508 unsigned getMaxAlignment() const;
509
510 /// setInvalidDecl - Indicates the Decl had a semantic error. This
511 /// allows for graceful error recovery.
512 void setInvalidDecl(bool Invalid = true);
513 bool isInvalidDecl() const { return (bool) InvalidDecl; }
514
515 /// isImplicit - Indicates whether the declaration was implicitly
516 /// generated by the implementation. If false, this declaration
517 /// was written explicitly in the source code.

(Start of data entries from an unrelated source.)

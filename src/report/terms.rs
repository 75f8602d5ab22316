//! The words of the briefing, explained.

use super::reader::Reader;
use crate::season::{BARE_MM, LEAST_PEAK_MM, RAIN_ON_SNOW_MM};

/// Terms and their meanings, in a reader's units.
pub(super) fn terms(reader: Reader) -> [(&'static str, String); 48] {
    let water_equivalent = format!("depth of water if the snow were melted, {}", reader.units.depth().word);
    let warming_level = format!(
        "degrees added to the record's temperatures, whose own climate is {}; all levels are compared with the reference",
        reader.level(0.0)
    );
    let bare = reader.limit(BARE_MM);
    let melt_out =
        format!("basin: first day after the peak with at most 5 % of it left; band: first day below {bare}");
    let departure =
        format!("first day after the peak with at most half of it left; last day with {bare} or more");
    let area = format!(
        "SWE summed over the year's days, {}: more of it is more snow, or snow that lies longer (the storage-time integral)",
        reader.units.depth_days().word
    );
    let over_peak = format!("none where the peak stays below {}", reader.limit(LEAST_PEAK_MM));
    let rain_on_snow = format!(
        "a day with {0} of rain or more on {0} of SWE or more; the bands tell more than the basin mean, which mixes bare \
         and snowy ground",
        reader.limit(RAIN_ON_SNOW_MM)
    );
    let terms: [(&'static str, &str); 48] = [
        ("Snow water equivalent (SWE)", &water_equivalent),
        ("Water year", "starts on the stated day and is named for the calendar year in which it ends"),
        ("Warming level", &warming_level),
        (
            "Realization",
            "one synthetic record of so many water years; each runs under every level, so differences are paired",
        ),
        (
            "Weather that was made, generator",
            "the realizations' weather, and what makes it from the record; the generator sheet holds the one against the other",
        ),
        (
            "Wet day, spell",
            "a day with more than the stated limit; days in succession that are wet, or that are not",
        ),
        (
            "Correlation with the year before",
            "lag-1 autocorrelation over the years that follow on one another: above 0 where wet years come together",
        ),
        (
            "Period value",
            "one realization as one number: the median over its years of a date, the mean of all else",
        ),
        (
            "Precipitation spread",
            "5–95 % range of the period value over realizations at the reference, with the temperatures its years bring",
        ),
        (
            "1 April SWE, survey-date SWE",
            "SWE as that day begins: in the daily table, the state at the end of the day before",
        ),
        (
            "Reference",
            "the level that all others are compared with: the record's own climate, unless the study states another",
        ),
        ("Median", "the middle one when all are put in order: half of them lie below it, half above"),
        (
            "Monte Carlo",
            "how far a number would move with other realizations of the same kind; not how far the model or the record may be off",
        ),
        ("Half spread", "from the reference's median to the end of its spread that a shift points to"),
        ("Weather spread", "the same range over single years"),
        (
            "Temperature-held spread",
            "the precipitation spread of realizations whose mean temperature of every month is shifted to the record's, so that \
             none is warm or cool by chance",
        ),
        (
            "Chance of exceedance",
            "share of single years that bring at least so much: 90 % reads the dry side, 10 % the wet",
        ),
        (
            "Percent of median, moved normal",
            "snow water over the sum of the bands' medians of the baseline years; a moved normal is the same years' median at \
             the level itself",
        ),
        (
            "Break-even precipitation",
            "change of all precipitation at which the warmed median is back at the reference's",
        ),
        (
            "Response surface",
            "the median under any warming together with any change of all precipitation, from runs at the nodes of a grid",
        ),
        (
            "Elasticity",
            "percent of snow water lost for one degree more, or won for one percent more precipitation; together they need not add",
        ),
        (
            "Low-snow year",
            "less snow water on the survey date than the stated share of the reference's years; the limit stays the reference's at \
             every level",
        ),
        (
            "Dry and warm snow drought",
            "snow water within the reference's lowest 30 % of years, with less precipitation than its median (dry), or as much and more \
             (warm)",
        ),
        (
            "Crossover elevation",
            "where snow water of single years hangs as much on winter temperature as on precipitation: warmth decides below it, \
             precipitation above",
        ),
        (
            "Snow line, snow at risk",
            "lowest elevation with the stated snow water; snow of bands whose winter mean is below freezing now and above it at a \
             level",
        ),
        ("Melt-out", &melt_out),
        (
            "Net melt",
            "melt less refreezing; its dates are those by which 10, 50 and 90 % of the year's have come",
        ),
        ("Half-gone day, last day with snow", &departure),
        (
            "Centroid of snowpack outflow",
            "the day on which the year's outflow balances: sum of day times outflow over outflow",
        ),
        (
            "Driest year, wettest year",
            "of the years of one realization, the one with least and the one with most of what is told: of its snow the one, of \
             its precipitation the other",
        ),
        (
            "Precipitation before a day",
            "rain and snow over the basin from the water year's first day to the day before it",
        ),
        ("Snowpack outflow, water input", "water leaving the pack; the same with rain on bare ground"),
        (
            "Largest of a day, of 3 days in succession",
            "within one water year, without routing through channels or lakes: not a flood peak",
        ),
        (
            "Day by which the stated volume has come",
            "first day of the water year by which so much has come since its first; not reached in a year that brings less",
        ),
        (
            "Water input, routed",
            "water input over the basin, the share of it that runs off, and later by what stores hold back; called inflow only where \
             inflow was observed",
        ),
        (
            "Reliability",
            "by time: share of days on which demand is met in full, those without demand among them; by volume: share of what is demanded that is supplied",
        ),
        ("Resilience", "share of days of shortage that a day without shortage follows"),
        (
            "Vulnerability",
            "mean over shortages, each an unbroken run of days, of the largest share of a day's demand that is missing",
        ),
        (
            "Flood-space rule, encroachment",
            "storage that is not to be exceeded on a day, so that floods find room; storage above it",
        ),
        ("Carry-over", "storage left as the water year ends, for the next"),
        ("Spill", "water that the reservoir cannot hold and that passes beside its outlets"),
        ("Shortage", "demand that is not met, since water lies too low or the outlets pass no more"),
        ("Net melt done before a day", "net melt of the days before it over the year's"),
        ("SWE area", &area),
        ("Survey-date SWE over the peak", &over_peak),
        (
            "Snowfall fraction, SWE over precipitation",
            "the year's snowfall over its rain and snow; SWE as the day begins over the rain and snow of the water year's \
             days before it; none where nothing fell",
        ),
        ("Day of rain on snow", &rain_on_snow),
        (
            "± behind a chance or ratio",
            "Monte Carlo error: one standard deviation over resampled realizations",
        ),
    ];
    terms.map(|(term, meaning)| (term, meaning.to_owned()))
}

518 bool isImplicit() const { return Implicit; }
519 void setImplicit(bool I = true) { Implicit = I; }
520
521 /// \brief Whether *any* (re-)declaration of the entity was used, meaning that
522 /// a definition is required.
523 ///
524 /// \param CheckUsedAttr When true, also consider the "used" attribute
525 /// (in addition to the "used" bit set by \c setUsed()) when determining
526 /// whether the function is used.
527 bool isUsed(bool CheckUsedAttr = true) const;
528
529 /// \brief Set whether the declaration is used, in the sense of odr-use.
530 ///
531 /// This should only be used immediately after creating a declaration.
532 /// It intentionally doesn't notify any listeners.
533 void setIsUsed() { getCanonicalDecl()->Used = true; }
534
535 /// \brief Mark the declaration used, in the sense of odr-use.
536 ///
537 /// This notifies any mutation listeners in addition to setting a bit
538 /// indicating the declaration is used.
539 void markUsed(ASTContext &C);
540
541 /// \brief Whether any declaration of this entity was referenced.
542 bool isReferenced() const;
543
544 /// \brief Whether this declaration was referenced. This should not be relied
545 /// upon for anything other than debugging.
546 bool isThisDeclarationReferenced() const { return Referenced; }
547
548 void setReferenced(bool R = true) { Referenced = R; }
549
550 /// \brief Whether this declaration is a top-level declaration (function,
551 /// global variable, etc.) that is lexically inside an objc container
552 /// definition.
553 bool isTopLevelDeclInObjCContainer() const {
554 return NextInContextAndBits.getInt() & TopLevelDeclInObjCContainerFlag;
555 }
556
557 void setTopLevelDeclInObjCContainer(bool V = true) {
558 unsigned Bits = NextInContextAndBits.getInt();
559 if (V)
560 Bits |= TopLevelDeclInObjCContainerFlag;
561 else
562 Bits &= ~TopLevelDeclInObjCContainerFlag;
563 NextInContextAndBits.setInt(Bits);
564 }
565
566 /// \brief Looks on this and related declarations for an applicable
567 /// external source symbol attribute.
568 ExternalSourceSymbolAttr *getExternalSourceSymbolAttr() const;
569
570 /// \brief Whether this declaration was marked as being private to the
571 /// module in which it was defined.
572 bool isModulePrivate() const {
573 return NextInContextAndBits.getInt() & ModulePrivateFlag;
574 }
575
576 /// \brief Whether this declaration is exported (by virtue of being lexically
577 /// within an ExportDecl or by being a NamespaceDecl).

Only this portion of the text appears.